- [Goal of the exercise] Needed from the entries below: every line that holds the word "timedelta".

Collected data
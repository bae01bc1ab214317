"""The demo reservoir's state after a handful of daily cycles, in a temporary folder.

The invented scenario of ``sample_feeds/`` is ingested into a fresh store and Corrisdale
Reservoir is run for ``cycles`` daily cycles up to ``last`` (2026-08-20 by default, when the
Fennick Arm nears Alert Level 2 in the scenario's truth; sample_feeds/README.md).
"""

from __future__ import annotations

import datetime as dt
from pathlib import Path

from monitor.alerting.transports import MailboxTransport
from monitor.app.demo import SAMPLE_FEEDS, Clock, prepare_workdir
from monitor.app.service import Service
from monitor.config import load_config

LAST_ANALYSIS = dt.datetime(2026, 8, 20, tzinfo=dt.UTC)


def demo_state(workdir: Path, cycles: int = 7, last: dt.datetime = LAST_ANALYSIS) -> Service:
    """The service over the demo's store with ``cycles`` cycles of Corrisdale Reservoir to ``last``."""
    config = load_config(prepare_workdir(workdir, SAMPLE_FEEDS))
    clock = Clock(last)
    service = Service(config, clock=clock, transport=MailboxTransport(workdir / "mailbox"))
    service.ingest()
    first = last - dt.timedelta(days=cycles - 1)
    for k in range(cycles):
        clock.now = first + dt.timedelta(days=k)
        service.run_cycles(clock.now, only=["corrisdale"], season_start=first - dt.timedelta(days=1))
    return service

- [Answer below]
    first = last - dt.timedelta(days=cycles - 1)
        clock.now = first + dt.timedelta(days=k)
        service.run_cycles(clock.now, only=["corrisdale"], season_start=first - dt.timedelta(days=1))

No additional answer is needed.